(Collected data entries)
+ + +
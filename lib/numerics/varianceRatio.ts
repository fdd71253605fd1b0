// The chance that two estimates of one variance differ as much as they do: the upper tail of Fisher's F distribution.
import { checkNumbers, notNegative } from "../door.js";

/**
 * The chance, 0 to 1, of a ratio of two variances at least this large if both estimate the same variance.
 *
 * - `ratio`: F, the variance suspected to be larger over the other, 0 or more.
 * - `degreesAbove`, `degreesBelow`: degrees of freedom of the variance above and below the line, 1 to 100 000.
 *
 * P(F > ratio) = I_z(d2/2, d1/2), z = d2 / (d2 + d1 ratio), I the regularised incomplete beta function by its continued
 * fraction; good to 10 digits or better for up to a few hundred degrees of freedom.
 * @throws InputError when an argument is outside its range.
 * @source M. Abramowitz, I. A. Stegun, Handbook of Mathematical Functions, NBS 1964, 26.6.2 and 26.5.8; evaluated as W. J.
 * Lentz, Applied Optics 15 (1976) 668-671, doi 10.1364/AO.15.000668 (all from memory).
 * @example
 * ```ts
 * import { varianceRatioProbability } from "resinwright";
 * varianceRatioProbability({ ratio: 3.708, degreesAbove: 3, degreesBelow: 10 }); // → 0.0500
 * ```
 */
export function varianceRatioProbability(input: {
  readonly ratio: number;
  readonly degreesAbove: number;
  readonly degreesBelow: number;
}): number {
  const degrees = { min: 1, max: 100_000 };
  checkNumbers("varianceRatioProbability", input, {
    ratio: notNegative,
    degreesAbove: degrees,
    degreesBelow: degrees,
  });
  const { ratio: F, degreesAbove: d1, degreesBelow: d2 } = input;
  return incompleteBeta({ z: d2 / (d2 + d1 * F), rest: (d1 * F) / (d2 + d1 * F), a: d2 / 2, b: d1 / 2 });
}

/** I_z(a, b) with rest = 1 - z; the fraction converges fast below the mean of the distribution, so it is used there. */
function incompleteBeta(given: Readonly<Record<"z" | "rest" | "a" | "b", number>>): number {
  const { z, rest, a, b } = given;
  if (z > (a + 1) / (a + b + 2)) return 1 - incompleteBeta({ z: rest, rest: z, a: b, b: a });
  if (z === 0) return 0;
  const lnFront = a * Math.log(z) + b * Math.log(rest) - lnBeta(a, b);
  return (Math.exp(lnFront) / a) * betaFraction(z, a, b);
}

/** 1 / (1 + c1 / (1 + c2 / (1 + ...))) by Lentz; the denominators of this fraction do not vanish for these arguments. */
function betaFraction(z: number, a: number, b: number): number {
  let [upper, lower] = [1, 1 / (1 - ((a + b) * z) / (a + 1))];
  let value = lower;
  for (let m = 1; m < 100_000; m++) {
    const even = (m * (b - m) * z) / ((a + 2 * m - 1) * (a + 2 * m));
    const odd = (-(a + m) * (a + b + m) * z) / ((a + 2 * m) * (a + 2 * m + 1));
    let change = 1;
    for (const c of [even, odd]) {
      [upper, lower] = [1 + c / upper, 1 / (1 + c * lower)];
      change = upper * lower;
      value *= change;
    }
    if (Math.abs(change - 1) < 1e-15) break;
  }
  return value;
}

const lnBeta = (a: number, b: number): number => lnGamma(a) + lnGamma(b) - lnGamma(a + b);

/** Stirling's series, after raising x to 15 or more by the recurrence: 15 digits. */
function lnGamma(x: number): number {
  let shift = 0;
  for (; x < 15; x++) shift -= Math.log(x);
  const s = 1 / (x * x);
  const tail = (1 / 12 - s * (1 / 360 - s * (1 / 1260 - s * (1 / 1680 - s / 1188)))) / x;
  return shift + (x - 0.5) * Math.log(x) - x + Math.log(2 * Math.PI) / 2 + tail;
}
+ + +
**BRIEF**
Please transcribe the records above in full, keeping every word.

**WRITTEN REPLY**
filename lib/numerics/varianceRatio.ts
repository fdd71253605fd1b0
// The chance that two estimates of one variance differ as much as they do: the upper tail of Fisher's F distribution.
import { checkNumbers, notNegative } from "../door.js";

/**
 * The chance, 0 to 1, of a ratio of two variances at least this large if both estimate the same variance.
 *
 * - `ratio`: F, the variance suspected to be larger over the other, 0 or more.
 * - `degreesAbove`, `degreesBelow`: degrees of freedom of the variance above and below the line, 1 to 100 000.
 *
 * P(F > ratio) = I_z(d2/2, d1/2), z = d2 / (d2 + d1 ratio), I the regularised incomplete beta function by its continued
 * fraction; good to 10 digits or better for up to a few hundred degrees of freedom.
 * @throws InputError when an argument is outside its range.
 * @source M. Abramowitz, I. A. Stegun, Handbook of Mathematical Functions, NBS 1964, 26.6.2 and 26.5.8; evaluated as W. J.
 * Lentz, Applied Optics 15 (1976) 668-671, doi 10.1364/AO.15.000668 (all from memory).
 * @example
 * ```ts
 * import { varianceRatioProbability } from "resinwright";
 * varianceRatioProbability({ ratio: 3.708, degreesAbove: 3, degreesBelow: 10 }); // → 0.0500
 * ```
 */
export function varianceRatioProbability(input: {
  readonly ratio: number;
  readonly degreesAbove: number;
  readonly degreesBelow: number;
}): number {
  const degrees = { min: 1, max: 100_000 };
  checkNumbers("varianceRatioProbability", input, {
    ratio: notNegative,
    degreesAbove: degrees,
    degreesBelow: degrees,
  });
  const { ratio: F, degreesAbove: d1, degreesBelow: d2 } = input;
  return incompleteBeta({ z: d2 / (d2 + d1 * F), rest: (d1 * F) / (d2 + d1 * F), a: d2 / 2, b: d1 / 2 });
}

/** I_z(a, b) with rest = 1 - z; the fraction converges fast below the mean of the distribution, so it is used there. */
function incompleteBeta(given: Readonly<Record<"z" | "rest" | "a" | "b", number>>): number {
  const { z, rest, a, b } = given;
  if (z > (a + 1) / (a + b + 2)) return 1 - incompleteBeta({ z: rest, rest: z, a: b, b: a });
  if (z === 0) return 0;
  const lnFront = a * Math.log(z) + b * Math.log(rest) - lnBeta(a, b);
  return (Math.exp(lnFront) / a) * betaFraction(z, a, b);
}

/** 1 / (1 + c1 / (1 + c2 / (1 + ...))) by Lentz; the denominators of this fraction do not vanish for these arguments. */
function betaFraction(z: number, a: number, b: number): number {
  let [upper, lower] = [1, 1 / (1 - ((a + b) * z) / (a + 1))];
  let value = lower;
  for (let m = 1; m < 100_000; m++) {
    const even = (m * (b - m) * z) / ((a + 2 * m - 1) * (a + 2 * m));
    const odd = (-(a + m) * (a + b + m) * z) / ((a + 2 * m) * (a + 2 * m + 1));
    let change = 1;
    for (const c of [even, odd]) {
      [upper, lower] = [1 + c / upper, 1 / (1 + c * lower)];
      change = upper * lower;
      value *= change;
    }
    if (Math.abs(change - 1) < 1e-15) break;
  }
  return value;
}

const lnBeta = (a: number, b: number): number => lnGamma(a) + lnGamma(b) - lnGamma(a + b);

/** Stirling's series, after raising x to 15 or more by the recurrence: 15 digits. */
function lnGamma(x: number): number {
  let shift = 0;
  for (; x < 15; x++) shift -= Math.log(x);
  const s = 1 / (x * x);
  const tail = (1 / 12 - s * (1 / 360 - s * (1 / 1260 - s * (1 / 1680 - s / 1188)))) / x;
  return shift + (x - 0.5) * Math.log(x) - x + Math.log(2 * Math.PI) / 2 + tail;
}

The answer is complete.